=== Begin Enclosure ===

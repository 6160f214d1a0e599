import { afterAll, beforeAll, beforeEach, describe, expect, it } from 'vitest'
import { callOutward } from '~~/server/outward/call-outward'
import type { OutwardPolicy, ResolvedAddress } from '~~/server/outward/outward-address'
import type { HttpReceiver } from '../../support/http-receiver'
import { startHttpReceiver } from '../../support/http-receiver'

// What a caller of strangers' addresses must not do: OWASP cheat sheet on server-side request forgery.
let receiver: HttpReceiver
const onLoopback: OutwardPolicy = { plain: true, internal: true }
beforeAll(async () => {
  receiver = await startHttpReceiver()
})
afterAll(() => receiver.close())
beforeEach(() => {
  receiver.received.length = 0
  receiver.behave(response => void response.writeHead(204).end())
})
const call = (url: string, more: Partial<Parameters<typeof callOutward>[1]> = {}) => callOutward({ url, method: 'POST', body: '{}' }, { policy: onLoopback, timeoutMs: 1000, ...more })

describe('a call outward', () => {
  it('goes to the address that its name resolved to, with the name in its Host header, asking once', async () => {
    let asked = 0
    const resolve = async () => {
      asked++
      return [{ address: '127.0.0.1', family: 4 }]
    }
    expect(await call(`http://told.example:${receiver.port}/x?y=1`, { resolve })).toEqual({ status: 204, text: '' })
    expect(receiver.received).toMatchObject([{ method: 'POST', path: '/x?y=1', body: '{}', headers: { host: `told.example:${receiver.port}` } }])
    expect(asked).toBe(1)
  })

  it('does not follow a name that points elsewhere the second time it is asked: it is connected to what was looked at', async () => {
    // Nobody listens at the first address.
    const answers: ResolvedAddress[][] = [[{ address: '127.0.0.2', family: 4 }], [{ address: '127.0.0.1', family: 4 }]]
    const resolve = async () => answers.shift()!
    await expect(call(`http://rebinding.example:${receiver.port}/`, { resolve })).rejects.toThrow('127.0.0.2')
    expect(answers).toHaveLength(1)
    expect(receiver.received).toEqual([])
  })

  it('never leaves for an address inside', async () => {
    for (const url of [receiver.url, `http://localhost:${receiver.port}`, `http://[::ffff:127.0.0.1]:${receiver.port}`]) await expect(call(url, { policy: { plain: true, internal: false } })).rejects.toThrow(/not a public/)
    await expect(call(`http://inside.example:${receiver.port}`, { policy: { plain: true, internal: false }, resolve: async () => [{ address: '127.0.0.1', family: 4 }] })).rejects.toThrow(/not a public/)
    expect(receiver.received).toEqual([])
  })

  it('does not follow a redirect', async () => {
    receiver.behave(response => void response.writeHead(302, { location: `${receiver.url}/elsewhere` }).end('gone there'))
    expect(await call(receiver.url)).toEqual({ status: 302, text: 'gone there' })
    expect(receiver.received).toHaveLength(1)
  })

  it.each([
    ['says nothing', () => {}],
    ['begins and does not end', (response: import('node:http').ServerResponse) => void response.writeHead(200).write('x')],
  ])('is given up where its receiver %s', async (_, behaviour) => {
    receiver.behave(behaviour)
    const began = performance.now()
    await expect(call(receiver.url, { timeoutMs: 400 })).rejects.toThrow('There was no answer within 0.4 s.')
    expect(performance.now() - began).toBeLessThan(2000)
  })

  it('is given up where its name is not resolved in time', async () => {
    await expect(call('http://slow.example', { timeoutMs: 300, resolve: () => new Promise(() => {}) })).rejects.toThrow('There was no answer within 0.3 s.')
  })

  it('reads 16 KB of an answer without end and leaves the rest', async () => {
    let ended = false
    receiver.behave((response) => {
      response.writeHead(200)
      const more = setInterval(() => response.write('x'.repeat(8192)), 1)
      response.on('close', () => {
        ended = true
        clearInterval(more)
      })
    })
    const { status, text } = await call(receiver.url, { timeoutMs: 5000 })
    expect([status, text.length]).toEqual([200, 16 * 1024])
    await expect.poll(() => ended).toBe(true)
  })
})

=== End Enclosure ===
=== Begin Enclosure ===

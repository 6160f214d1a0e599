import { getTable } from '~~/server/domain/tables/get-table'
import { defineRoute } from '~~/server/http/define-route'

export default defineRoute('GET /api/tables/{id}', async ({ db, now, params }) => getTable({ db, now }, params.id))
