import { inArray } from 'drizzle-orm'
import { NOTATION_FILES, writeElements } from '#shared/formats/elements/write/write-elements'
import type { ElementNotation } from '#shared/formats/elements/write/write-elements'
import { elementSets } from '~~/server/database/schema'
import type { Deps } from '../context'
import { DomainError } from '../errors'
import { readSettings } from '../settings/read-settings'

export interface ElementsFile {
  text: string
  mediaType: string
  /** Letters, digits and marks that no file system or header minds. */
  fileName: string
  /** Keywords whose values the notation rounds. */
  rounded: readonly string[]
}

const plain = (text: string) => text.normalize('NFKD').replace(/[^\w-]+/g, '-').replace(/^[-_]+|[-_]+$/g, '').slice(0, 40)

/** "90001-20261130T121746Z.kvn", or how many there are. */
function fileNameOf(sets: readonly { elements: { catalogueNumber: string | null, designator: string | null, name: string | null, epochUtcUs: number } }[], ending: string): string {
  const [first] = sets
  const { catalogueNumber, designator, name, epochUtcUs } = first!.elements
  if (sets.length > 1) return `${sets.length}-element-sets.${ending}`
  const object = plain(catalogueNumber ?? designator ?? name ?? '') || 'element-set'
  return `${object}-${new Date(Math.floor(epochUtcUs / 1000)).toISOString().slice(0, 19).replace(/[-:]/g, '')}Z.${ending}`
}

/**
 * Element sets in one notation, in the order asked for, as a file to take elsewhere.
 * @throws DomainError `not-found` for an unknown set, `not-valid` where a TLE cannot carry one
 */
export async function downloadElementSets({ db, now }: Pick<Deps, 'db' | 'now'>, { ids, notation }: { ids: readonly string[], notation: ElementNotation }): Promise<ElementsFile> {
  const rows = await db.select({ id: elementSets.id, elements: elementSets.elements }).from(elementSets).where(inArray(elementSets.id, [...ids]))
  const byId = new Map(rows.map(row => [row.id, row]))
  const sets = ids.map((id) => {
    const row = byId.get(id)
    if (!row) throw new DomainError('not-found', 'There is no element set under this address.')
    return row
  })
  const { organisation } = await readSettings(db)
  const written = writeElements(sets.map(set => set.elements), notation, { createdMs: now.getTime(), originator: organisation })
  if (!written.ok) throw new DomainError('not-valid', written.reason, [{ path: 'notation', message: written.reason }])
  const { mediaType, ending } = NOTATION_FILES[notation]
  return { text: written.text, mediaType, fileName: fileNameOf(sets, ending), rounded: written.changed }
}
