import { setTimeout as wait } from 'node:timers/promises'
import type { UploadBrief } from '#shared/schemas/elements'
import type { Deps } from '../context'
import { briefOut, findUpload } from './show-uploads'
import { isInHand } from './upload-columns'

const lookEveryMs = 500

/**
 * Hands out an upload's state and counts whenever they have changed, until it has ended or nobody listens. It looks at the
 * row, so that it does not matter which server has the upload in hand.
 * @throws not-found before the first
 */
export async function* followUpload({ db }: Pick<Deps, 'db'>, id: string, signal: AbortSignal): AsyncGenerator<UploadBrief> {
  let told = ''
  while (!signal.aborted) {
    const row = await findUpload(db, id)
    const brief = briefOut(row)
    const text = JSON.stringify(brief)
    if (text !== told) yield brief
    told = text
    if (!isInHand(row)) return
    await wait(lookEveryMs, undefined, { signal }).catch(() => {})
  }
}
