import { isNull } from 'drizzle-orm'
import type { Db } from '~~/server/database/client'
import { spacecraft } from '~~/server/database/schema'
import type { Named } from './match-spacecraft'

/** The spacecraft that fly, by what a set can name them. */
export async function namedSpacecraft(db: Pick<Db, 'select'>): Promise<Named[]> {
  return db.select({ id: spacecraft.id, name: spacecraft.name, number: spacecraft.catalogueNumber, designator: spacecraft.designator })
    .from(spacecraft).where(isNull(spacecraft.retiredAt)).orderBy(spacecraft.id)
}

=== End Enclosure ===
=== Begin Enclosure ===

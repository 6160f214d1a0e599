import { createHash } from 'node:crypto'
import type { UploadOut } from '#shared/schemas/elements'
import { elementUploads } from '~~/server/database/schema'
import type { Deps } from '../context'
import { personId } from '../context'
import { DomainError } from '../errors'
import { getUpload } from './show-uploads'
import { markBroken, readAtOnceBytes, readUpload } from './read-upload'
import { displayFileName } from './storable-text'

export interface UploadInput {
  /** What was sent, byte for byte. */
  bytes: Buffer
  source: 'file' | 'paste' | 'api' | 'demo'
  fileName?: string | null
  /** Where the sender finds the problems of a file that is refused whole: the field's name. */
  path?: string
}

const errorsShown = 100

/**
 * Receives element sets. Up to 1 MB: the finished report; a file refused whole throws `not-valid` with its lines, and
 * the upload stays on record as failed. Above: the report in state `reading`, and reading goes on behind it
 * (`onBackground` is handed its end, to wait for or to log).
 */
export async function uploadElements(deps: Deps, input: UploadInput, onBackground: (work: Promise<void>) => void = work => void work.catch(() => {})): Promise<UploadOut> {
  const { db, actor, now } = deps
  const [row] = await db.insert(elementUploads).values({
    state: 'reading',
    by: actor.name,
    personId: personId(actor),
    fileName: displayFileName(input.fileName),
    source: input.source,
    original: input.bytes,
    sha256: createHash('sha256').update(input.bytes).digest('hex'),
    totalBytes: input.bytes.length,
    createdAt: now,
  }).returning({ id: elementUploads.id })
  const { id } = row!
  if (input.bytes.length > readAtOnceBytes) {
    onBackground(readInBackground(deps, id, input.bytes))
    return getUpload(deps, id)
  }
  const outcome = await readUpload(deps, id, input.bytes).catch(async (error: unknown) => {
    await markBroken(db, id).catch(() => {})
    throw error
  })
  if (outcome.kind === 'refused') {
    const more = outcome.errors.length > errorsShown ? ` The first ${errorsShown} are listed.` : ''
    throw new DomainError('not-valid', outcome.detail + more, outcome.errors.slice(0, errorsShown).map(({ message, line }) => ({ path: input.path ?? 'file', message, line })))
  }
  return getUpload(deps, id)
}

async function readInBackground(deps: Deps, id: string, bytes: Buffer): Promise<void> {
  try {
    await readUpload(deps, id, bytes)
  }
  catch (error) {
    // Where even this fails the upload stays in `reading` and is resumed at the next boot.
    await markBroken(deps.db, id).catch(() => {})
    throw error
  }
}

=== End Enclosure ===

### WHAT THE TASK REQUIRES
Every line in the data above that includes the word "gone" should be copied.

### RESULT OF THE TASK
    receiver.behave(response => void response.writeHead(302, { location: `${receiver.url}/elsewhere` }).end('gone there'))
    expect(await call(receiver.url)).toEqual({ status: 302, text: 'gone there' })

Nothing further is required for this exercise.